“李勣前頭說的事情,阿郎以為如何?”
“操之家的來京城送死一事?”
張公謹翻了個眼皮,看也不看,慢條斯理地逗著鳥,他婆娘挺著個大肚子,眉頭微皺,抬手就是一巴掌拍他胳膊上。
鳥食兒散了一地,張叔叔嚇了一跳:“你這女子,作甚?!”
“操之行事不按常理,若是真的,你當如何?”
“嗨,還能如何?你若是去問他,怕是回你一句‘死則死矣,大丈夫何愁無後焉’。他是個甚麽人,這麽多年,你還不懂麽?”
“予非是擔心張德的心思,而是怕江陰的芷娘發狂。她是個狠辣女子,真要是出了甚麽事端來,你莫要忘了,洛陽宮下還埋著一堆花火,別人不敢點,她炸死她二哥連眉頭都不會皺一下。”
聽了李蔻言語,張公謹渾身哆嗦了一下,然後悻悻然道:“操之這廝……到底是甚麽投胎?”
“祥瑞啊!”
李蔻瞪了老公一眼,然後道,“府內散些人手出去,你也讓家裏人盯著點,若是尋著外來戶,親自走一遭。

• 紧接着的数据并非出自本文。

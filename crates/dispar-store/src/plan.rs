//! The write rules every backend shares, as pure functions over a batch.
//!
//! A backend writes a batch in four steps, the middle two of which live here:
//!
//! 1. [`Batch::new`] turns the records into storage form (64-bit signed integers,
//!    "no product" as the empty string), refusing numbers that do not fit, and lists
//!    the batch's distinct natural keys;
//! 2. the backend checks the registry ([`Batch::sites`], [`Batch::lines`],
//!    [`Batch::unregistered`]) and loads the current value of every key in
//!    [`Batch::key_rows`] (in that order, `None` where there is none);
//! 3. [`plan_batch`] decides every record in input order against the state the
//!    earlier ones left (the revision rules of the crate docs) and returns either
//!    every refusal or a [`Plan`]: the revisions to insert, the final current value
//!    of every changed key, the changes to the monthly sums, and the outcome;
//! 4. the backend writes the plan with multi-row statements and commits.
//!
//! Nothing here touches a database, so the rules are tested without one.

use std::collections::{BTreeMap, HashMap};

use dispar_core::record::CountRecord;
use time::Date;

use crate::counts::{BatchOutcome, WriteOutcome, WriteStatus};
use crate::error::{RecordError, RecordProblem, StoreError};

/// A natural key in storage form.
#[derive(Debug, Clone, Copy, PartialEq, Eq, Hash, PartialOrd, Ord)]
pub(crate) struct Key<'a> {
    pub(crate) site: &'a str,
    pub(crate) line: &'a str,
    pub(crate) date: Date,
    /// `""` when the record has no product, so the key has no NULL in it.
    pub(crate) product: &'a str,
}

/// One input record in storage form.
#[derive(Debug, Clone, PartialEq, Eq)]
pub(crate) struct Row<'a> {
    /// Position in the input, so a backend can keep per-row data beside the batch.
    pub(crate) index: usize,
    pub(crate) key: Key<'a>,
    pub(crate) inspected: i64,
    pub(crate) defective: i64,
    /// Never negative (it came from a `u64`).
    pub(crate) plant_revision: Option<i64>,
    /// Sorted by category in byte order (the `BTreeMap` order of the record).
    pub(crate) defects: Vec<(&'a str, i64)>,
}

/// A batch of records in storage form, with its distinct natural keys.
#[derive(Debug)]
pub(crate) struct Batch<'a> {
    rows: Vec<Row<'a>>,
    /// For every distinct key, in order of first appearance, its first row.
    keys: Vec<usize>,
    /// For every row, the index of its key in `keys`.
    row_key: Vec<usize>,
}

fn to_i64(v: u64, field: impl FnOnce() -> String) -> Result<i64, RecordProblem> {
    i64::try_from(v).map_err(|_| RecordProblem::OutOfRange { field: field() })
}

fn row_of(index: usize, record: &CountRecord) -> Result<Row<'_>, RecordProblem> {
    let defects = record
        .defects()
        .iter()
        .map(|(c, &n)| Ok((c.as_str(), to_i64(n, || format!("defects/{c}"))?)))
        .collect::<Result<Vec<_>, RecordProblem>>()?;
    Ok(Row {
        index,
        key: Key {
            site: record.site().as_str(),
            line: record.line().as_str(),
            date: record.date(),
            product: record.product().map_or("", |p| p.as_str()),
        },
        inspected: to_i64(record.inspected(), || "inspected".to_owned())?,
        defective: to_i64(record.defective(), || "defective".to_owned())?,
        plant_revision: record
            .revision
            .map(|r| to_i64(r, || "revision".to_owned()))
            .transpose()?,
        defects,
    })
}

impl<'a> Batch<'a> {
    /// Converts the records, refusing (all at once, in input order) those with a
    /// number beyond `i64::MAX`.
    pub(crate) fn new(records: &'a [CountRecord]) -> Result<Self, Vec<RecordError>> {
        let mut errors = Vec::new();
        let mut rows = Vec::with_capacity(records.len());
        for (index, record) in records.iter().enumerate() {
            match row_of(index, record) {
                Ok(row) => rows.push(row),
                Err(problem) => errors.push(RecordError { index, problem }),
            }
        }
        if !errors.is_empty() {
            return Err(errors);
        }
        let mut ids: HashMap<Key<'a>, usize> = HashMap::with_capacity(rows.len());
        let mut keys = Vec::new();
        let row_key = rows
            .iter()
            .map(|row| {
                *ids.entry(row.key).or_insert_with(|| {
                    keys.push(row.index);
                    keys.len() - 1
                })
            })
            .collect();
        Ok(Self {
            rows,
            keys,
            row_key,
        })
    }

    /// The rows, in input order (`rows()[i].index == i`).
    pub(crate) fn rows(&self) -> &[Row<'a>] {
        &self.rows
    }

    /// For every distinct natural key, in order of first appearance, the first row
    /// that has it. The current values given to [`plan_batch`] follow this order.
    pub(crate) fn key_rows(&self) -> impl Iterator<Item = &Row<'a>> {
        self.keys.iter().filter_map(|&i| self.rows.get(i))
    }

    /// The distinct site codes, sorted.
    pub(crate) fn sites(&self) -> Vec<&'a str> {
        let mut sites: Vec<&str> = self.rows.iter().map(|r| r.key.site).collect();
        sites.sort_unstable();
        sites.dedup();
        sites
    }

    /// The distinct (site, line) pairs, sorted.
    pub(crate) fn lines(&self) -> Vec<(&'a str, &'a str)> {
        let mut lines: Vec<(&str, &str)> =
            self.rows.iter().map(|r| (r.key.site, r.key.line)).collect();
        lines.sort_unstable();
        lines.dedup();
        lines
    }

    /// Refuses, in input order, every record whose site is not registered or, at a
    /// registered site, whose line is not.
    pub(crate) fn unregistered(
        &self,
        site_known: impl Fn(&str) -> bool,
        line_known: impl Fn(&str, &str) -> bool,
    ) -> Vec<RecordError> {
        let mut errors = Vec::new();
        for row in &self.rows {
            let Key { site, line, .. } = row.key;
            let problem = if !site_known(site) {
                RecordProblem::UnknownSite {
                    site: site.to_owned(),
                }
            } else if !line_known(site, line) {
                RecordProblem::UnknownLine {
                    site: site.to_owned(),
                    line: line.to_owned(),
                }
            } else {
                continue;
            };
            errors.push(RecordError {
                index: row.index,
                problem,
            });
        }
        errors
    }
}

/// The current value of a natural key as stored before the batch.
#[derive(Debug, Clone, PartialEq, Eq)]
pub(crate) struct Current {
    revision_id: i64,
    inspected: i64,
    defective: i64,
    /// Never negative (checked by [`Current::new`]).
    plant_revision: Option<i64>,
    defects: Vec<(String, i64)>,
}

impl Current {
    /// A stored current value without defect counts (add them with
    /// [`Current::add_defect`]). A negative plant revision means the database was
    /// written by something else than this crate: an internal error.
    pub(crate) fn new(
        revision_id: i64,
        inspected: i64,
        defective: i64,
        plant_revision: Option<i64>,
    ) -> Result<Self, StoreError> {
        if let Some(r) = plant_revision.filter(|r| *r < 0) {
            return Err(StoreError::internal(format!(
                "stored plant revision {r} is negative"
            )));
        }
        Ok(Self {
            revision_id,
            inspected,
            defective,
            plant_revision,
            defects: Vec::new(),
        })
    }

    /// Adds one stored defect count, in any order.
    pub(crate) fn add_defect(&mut self, category: String, count: i64) {
        self.defects.push((category, count));
    }
}
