//! Confidence intervals for a proportion (Wilson score) and for a difference of two
//! proportions (Newcombe's hybrid score interval, method 10).
//!
//! Wilson (1927), "Probable inference, the law of succession, and statistical inference",
//! JASA 22; Newcombe (1998), "Interval estimation for the difference between independent
//! proportions: comparison of eleven methods", Statistics in Medicine 17, method 10.

use statrs::function::erf::erfc_inv;

use crate::error::{StatsError, check_open_unit};

/// A closed interval [lower, upper].
#[derive(Debug, Clone, Copy, PartialEq)]
pub struct Interval {
    /// Lower end.
    pub lower: f64,
    /// Upper end.
    pub upper: f64,
}

impl Interval {
    /// Whether `value` lies in the interval (ends included).
    pub fn contains(&self, value: f64) -> bool {
        self.lower <= value && value <= self.upper
    }
}

/// The standard normal quantile z with P(Z > z) = q, accurate for tiny q
/// (z = sqrt(2) erfc^-1(2q)).
pub(crate) fn normal_upper_quantile(q: f64) -> f64 {
    std::f64::consts::SQRT_2 * erfc_inv(2.0 * q)
}

/// Two-sided z for a confidence level: P(|Z| <= z) = confidence.
pub(crate) fn z_for_confidence(confidence: f64) -> Result<f64, StatsError> {
    check_open_unit("confidence", confidence)?;
    Ok(normal_upper_quantile(0.5 * (1.0 - confidence)))
}

/// Wilson score interval for the proportion x / n at the given confidence (e.g. 0.95).
///
/// The ends are (2x + z^2 -/+ z sqrt(z^2 + 4x(n-x)/n)) / (2(n + z^2)), with the lower end
/// exactly 0 when x = 0 and the upper end exactly 1 when x = n. Errors: n = 0
/// ([`StatsError::NoTrials`]), x > n, confidence outside (0, 1).
///
/// ```
/// use dispar_stats::interval::wilson;
/// // Newcombe (1998a, Stat. Med. 17:857), Table I: 0/20 -> 0 to 0.1611 (from memory).
/// let ci = wilson(0, 20, 0.95)?;
/// assert_eq!(ci.lower, 0.0);
/// assert!((ci.upper - 0.1611).abs() < 5e-5);
/// # Ok::<(), dispar_stats::StatsError>(())
/// ```
pub fn wilson(x: u64, n: u64, confidence: f64) -> Result<Interval, StatsError> {
    let z = z_for_confidence(confidence)?;
    wilson_z(x, n, z)
}

/// [`wilson`] with the z already computed.
pub(crate) fn wilson_z(x: u64, n: u64, z: f64) -> Result<Interval, StatsError> {
    if n == 0 {
        return Err(StatsError::NoTrials);
    }
    if x > n {
        return Err(StatsError::SuccessesExceedTrials {
            successes: x,
            trials: n,
        });
    }
    let (xf, nf) = (x as f64, n as f64);
    let z2 = z * z;
    let spread = z * (z2 + 4.0 * xf * ((n - x) as f64 / nf)).sqrt();
    let denom = 2.0 * (nf + z2);
    let lower = if x == 0 {
        0.0
    } else {
        ((2.0 * xf + z2 - spread) / denom).max(0.0)
    };
    let upper = if x == n {
        1.0
    } else {
        ((2.0 * xf + z2 + spread) / denom).min(1.0)
    };
    Ok(Interval { lower, upper })
}

/// Newcombe's hybrid score interval (method 10) for p1 - p2 = x1/n1 - x2/n2:
/// L = d - sqrt((p1 - l1)^2 + (u2 - p2)^2), U = d + sqrt((u1 - p1)^2 + (p2 - l2)^2), where
/// (l_i, u_i) are the Wilson intervals of each proportion at the same confidence.
///
/// ```
/// use dispar_stats::interval::newcombe_difference;
/// // Newcombe (1998), Table II, example (a): 56/70 - 48/80 -> 0.0524 to 0.3339 (from memory).
/// let ci = newcombe_difference(56, 70, 48, 80, 0.95)?;
/// assert!((ci.lower - 0.0524).abs() < 5e-5);
/// assert!((ci.upper - 0.3339).abs() < 5e-5);
/// # Ok::<(), dispar_stats::StatsError>(())
/// ```
pub fn newcombe_difference(
    x1: u64,
    n1: u64,
    x2: u64,
    n2: u64,
    confidence: f64,
) -> Result<Interval, StatsError> {
    let z = z_for_confidence(confidence)?;
    let w1 = wilson_z(x1, n1, z)?;
    let w2 = wilson_z(x2, n2, z)?;
    Ok(newcombe_from_wilson(
        x1 as f64 / n1 as f64,
        w1,
        x2 as f64 / n2 as f64,
        w2,
    ))
}

/// Newcombe's interval from the two proportions and their Wilson intervals.
pub(crate) fn newcombe_from_wilson(p1: f64, w1: Interval, p2: f64, w2: Interval) -> Interval {
    let d = p1 - p2;
    let lo = d - ((p1 - w1.lower).powi(2) + (w2.upper - p2).powi(2)).sqrt();
    let hi = d + ((w1.upper - p1).powi(2) + (p2 - w2.lower).powi(2)).sqrt();
    Interval {
        lower: lo.max(-1.0),
        upper: hi.min(1.0),
    }
}

#[cfg(test)]
mod tests {
    use super::*;

    fn close(a: f64, b: f64, tol: f64, what: &str) {
        assert!((a - b).abs() <= tol, "{what}: {a} vs {b}");
    }

    #[test]
    fn wilson_matches_newcombe_1998a_table() {
        // Newcombe (1998a), "Two-sided confidence intervals for the single proportion:
        // comparison of seven methods", Stat. Med. 17:857-872, Table II, method 3 (score
        // without continuity correction). Values from memory, printed to 4 decimals.
        let cases: &[(u64, u64, f64, f64)] = &[
            (81, 263, 0.2553, 0.3662),
            (15, 148, 0.0624, 0.1605),
            (0, 20, 0.0, 0.1611),
            (1, 29, 0.0061, 0.1718),
        ];
        for &(x, n, lo, hi) in cases {
            let ci = wilson(x, n, 0.95).expect("valid");
            close(ci.lower, lo, 5e-5, &format!("{x}/{n} lower"));
            close(ci.upper, hi, 5e-5, &format!("{x}/{n} upper"));
        }
    }

    #[test]
    fn newcombe_matches_newcombe_1998_table_ii() {
        // Newcombe (1998), Stat. Med. 17:873-890, Table II, method 10. Values from memory,
        // printed to 4 decimals.
        let cases: &[(u64, u64, u64, u64, f64, f64)] = &[
            (56, 70, 48, 80, 0.0524, 0.3339),
            (9, 10, 3, 10, 0.1705, 0.8090),
            (6, 7, 2, 7, 0.0582, 0.8062),
            (5, 56, 0, 29, -0.0381, 0.1926),
            (0, 10, 0, 20, -0.1611, 0.2775),
            (0, 10, 0, 10, -0.2775, 0.2775),
            (10, 10, 0, 20, 0.6791, 1.0),
            (10, 10, 0, 10, 0.6075, 1.0),
        ];
        for &(x1, n1, x2, n2, lo, hi) in cases {
            let ci = newcombe_difference(x1, n1, x2, n2, 0.95).expect("valid");
            close(ci.lower, lo, 5e-5, &format!("{x1}/{n1} - {x2}/{n2} lower"));
            close(ci.upper, hi, 5e-5, &format!("{x1}/{n1} - {x2}/{n2} upper"));
        }
    }

    #[test]
    fn edges_are_exact_and_bad_input_is_typed() {
        let all = wilson(7, 7, 0.95).expect("valid");
        assert_eq!(all.upper, 1.0);
        assert!(all.lower > 0.0);
        assert_eq!(wilson(0, 0, 0.95), Err(StatsError::NoTrials));
        assert!(matches!(
            wilson(3, 2, 0.95),
            Err(StatsError::SuccessesExceedTrials { .. })
        ));
        assert!(wilson(1, 2, 1.0).is_err());
        assert_eq!(
            newcombe_difference(1, 0, 1, 2, 0.95),
            Err(StatsError::NoTrials)
        );
    }

    #[test]
    fn normal_quantile_is_accurate() {
        // 1.959963984540054: the 0.975 normal quantile (Abramowitz & Stegun 26.2; digits from
        // memory, agreeing with mpmath 1.3.0 sqrt(2)*erfinv(0.95)).
        close(
            normal_upper_quantile(0.025),
            1.959_963_984_540_054,
            1e-14,
            "z",
        );
    }
}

”
“哎,皇宮那密道,可是回填了的?”
“康德那狗奴婢親自帶隊,你讓張禮海做的事,怎麽自己也不過問的?”
“老夫這是怕啊!”
張叔叔心有餘悸,“這要是真走了火……”
“怕甚,天大地大,誰能攔得住你我?怎麽,張弘慎的神勇,隻有給皇後看門的時候才能出力?馮立給你背上劃一刀,你也不把大門給頂住了麽?”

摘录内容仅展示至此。